I've seen on some sites that when you hover over a link it shows the middle finger instead of the index finger, I think this site warrants such a metal mod. \m/


----------



## metalfiend666 (Jan 30, 2006)

Nah, I've seen sites where it changes to the horns. Much more metal.


----------



## nitelightboy (Jan 30, 2006)

How about to 7 fingers??


----------



## D-EJ915 (Jan 30, 2006)

Devil horns would be cool also...with 7 fingers \mm/ lol


----------



## Chris (Jan 30, 2006)

Yes! And cool animated GIFs everywhere with big giant skulls! And a 15-second page transition when you click on any link!! And little spinny pentagrams floating all over the screen!

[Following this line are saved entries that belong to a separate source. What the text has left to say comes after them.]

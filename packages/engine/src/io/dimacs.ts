import { ParseError } from '../errors';
import type { Graph } from '../graph/graph';
import { MAX_EDGES, MAX_VERTICES } from '../graph/limits';
import { EdgeBuffer } from './edge-buffer';
import { fileFamily } from './file-family';
import { LineCursor } from './line-cursor';
import { buildSimpleGraph, warnAtBufferedEdge } from './simple-graph';
import { decodeTextInput, type TextInput } from './text-input';
import { countOf } from './text-position';
import { WarningList, type ReadResult } from './warnings';

const FORMAT = 'dimacs';
const LETTER_C = 99;
const LETTER_E = 101;
const LETTER_N = 110;
const LETTER_P = 112;

/** 'edge': the DIMACS Challenge problem line `p edge N M` with `e u v` lines; 'tw': PACE's `p tw N M` with `u v` lines. */
export type DimacsVariant = 'edge' | 'tw';

export interface DimacsReadOptions {
  /** Recorded as the name of the graph's family. */
  name?: string;
}

export interface DimacsWriteOptions {
  /** Default 'edge'. */
  variant?: DimacsVariant;
}

/**
 * Reads the DIMACS graph format ("Clique and Coloring Problems Graph Format", DIMACS Challenge, 1993):
 * `c` comment lines, one problem line `p edge N M` before any edge, then M lines `e u v` with vertices
 * 1..N. Also reads `p col N M` (the same, as many coloring files write it), node descriptors `n ID VALUE`
 * (the weight is not part of the graph and is ignored), and the PACE variant `p tw N M` followed by M plain
 * lines `u v`. Every edge line counts towards M, including self-loops and repeats, which are dropped with
 * a warning.
 */
export function readDimacs(input: TextInput, options: DimacsReadOptions = {}): ReadResult {
  const text = decodeTextInput(input, FORMAT);
  const cursor = new LineCursor(text, FORMAT);
  let variant: DimacsVariant | undefined;
  let n = 0;
  let m = 0;
  let problemLine = 0;
  let edges = new EdgeBuffer(16);
  while (cursor.nextLine()) {
    cursor.skipSpaces();
    const first = cursor.peek();
    if (first === -1 || first === LETTER_C) continue;
    const lineStart = cursor.pos;
    if (first === LETTER_P) {
      cursor.pos++;
      if (!cursor.atLineEnd() && !cursor.isDelimiter(cursor.peek())) cursor.fail(lineStart, 'a line starting with c, e, n or p', cursor.found(lineStart));
      if (variant !== undefined) cursor.fail(lineStart, 'one problem line', `a second one (the first is on line ${problemLine})`);
      const word = cursor.readWord();
      if (word === 'edge' || word === 'edges' || word === 'col') variant = 'edge';
      else if (word === 'tw') variant = 'tw';
      else cursor.fail(cursor.pos - word.length, 'the problem format "edge" or "tw"', cursor.found(cursor.pos - word.length));
      n = cursor.readWhole(`the number of vertices (at most ${MAX_VERTICES})`, 0, MAX_VERTICES);
      m = cursor.readWhole(`the number of edges (at most ${MAX_EDGES})`, 0, MAX_EDGES);
      cursor.expectLineEnd('end of line (the problem line is "p FORMAT N M")');
      problemLine = cursor.line;
      // The count is the file's own claim; cap the allocation by what the text could hold.
      edges = new EdgeBuffer(Math.min(m, (text.length >> 2) + 16));
      continue;
    }
    if (first === LETTER_N) {
      if (variant === undefined) cursor.fail(lineStart, 'the problem line "p edge N M" first', 'a node descriptor');
      cursor.pos++;
      cursor.readWhole(`a vertex number 1..${n}`, 1, n);
      cursor.readWord(); // the node's value (a weight): not part of the graph
      cursor.expectLineEnd('end of line (a node descriptor is "n ID VALUE")');
      continue;
    }
    const isDigit = first >= 48 && first <= 57;
    if (first === LETTER_E || isDigit) {
      if (variant === undefined) {
        cursor.fail(lineStart, `the problem line "p ${first === LETTER_E ? 'edge' : 'tw'} N M" before any edge`, 'an edge before it');
      }
      if (variant === 'edge' && isDigit) cursor.fail(lineStart, 'a line starting with c, e, n or p', cursor.found(lineStart), 'a "p edge" file writes edges as "e u v"');
      if (variant === 'tw' && !isDigit) cursor.fail(lineStart, 'an edge "u v" or a comment "c"', cursor.found(lineStart), 'a "p tw" file writes edges without "e"');
      if (edges.count === m) cursor.fail(lineStart, `${countOf(m, 'edge')}, as the problem line on line ${problemLine} says`, 'one more edge', 'too many edges');
      if (!isDigit) {
        cursor.pos++;
        if (!cursor.atLineEnd() && !cursor.isDelimiter(cursor.peek())) cursor.fail(lineStart, 'a line starting with c, e, n or p', cursor.found(lineStart));
      }
      cursor.skipSpaces();
      const column = cursor.pos - cursor.start + 1;
      const expected = `a vertex number 1..${n}`;
      const u = cursor.readWhole(expected, 1, n);
      const v = cursor.readWhole(expected, 1, n);
      cursor.expectLineEnd(`end of line (an edge is "${variant === 'edge' ? 'e ' : ''}u v")`);
      edges.push(u, v, cursor.line, column);
      continue;
    }
    cursor.fail(lineStart, variant === 'tw' ? 'an edge "u v" or a comment "c"' : 'a line starting with c, e, n or p', cursor.found(lineStart));
  }
  if (variant === undefined) {
    throw new ParseError(FORMAT, cursor.endOfText(), 'the problem line "p edge N M" (or "p tw N M")', 'end of file', 'no problem line');
  }
  if (edges.count < m) {
    const found = `${edges.count} (the file ends early)`;
    throw new ParseError(FORMAT, cursor.endOfText(), `${countOf(m, 'edge')}, as the problem line on line ${problemLine} says`, found, 'too few edges');
  }
  const warnings = new WarningList();
  const family = fileFamily(FORMAT, options.name);
  const graph = buildSimpleGraph(edges, { vertexCount: n, family, from: 0, base: 1, unordered: true, onDrop: warnAtBufferedEdge(edges, warnings) });
  return warnings.result(graph);
}

/** Writes `p edge N M` and `e u v` lines, or PACE's `p tw N M` and `u v` lines; vertices numbered from 1. */
export function writeDimacs(graph: Graph, options: DimacsWriteOptions = {}): string {
  const variant = options.variant ?? 'edge';
  const prefix = variant === 'edge' ? 'e ' : '';
  const lines = [`p ${variant} ${graph.vertexCount} ${graph.edgeCount}`];
  for (const [u, v] of graph.edges()) lines.push(`${prefix}${u + 1} ${v + 1}`);
  return `${lines.join('\n')}\n`;
}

That shit annoys the crap out of me.


----------



## nitelightboy (Jan 30, 2006)

Chris said:


> Yes! And cool animated GIFs everywhere with big giant skulls! And a 15-second page transition when you click on any link!! And little spinny pentagrams floating all over the screen!
> 
> 
> 
> That shit annoys the crap out of me.




Meanie!!


----------



## Chris (Jan 30, 2006)

I give The Finger to Link Hover Finger Improvement!


----------



## D-EJ915 (Jan 30, 2006)

lol, it was worth a try


----------



## Regor (Jan 30, 2006)

Trivium's website has the horns thing...


----------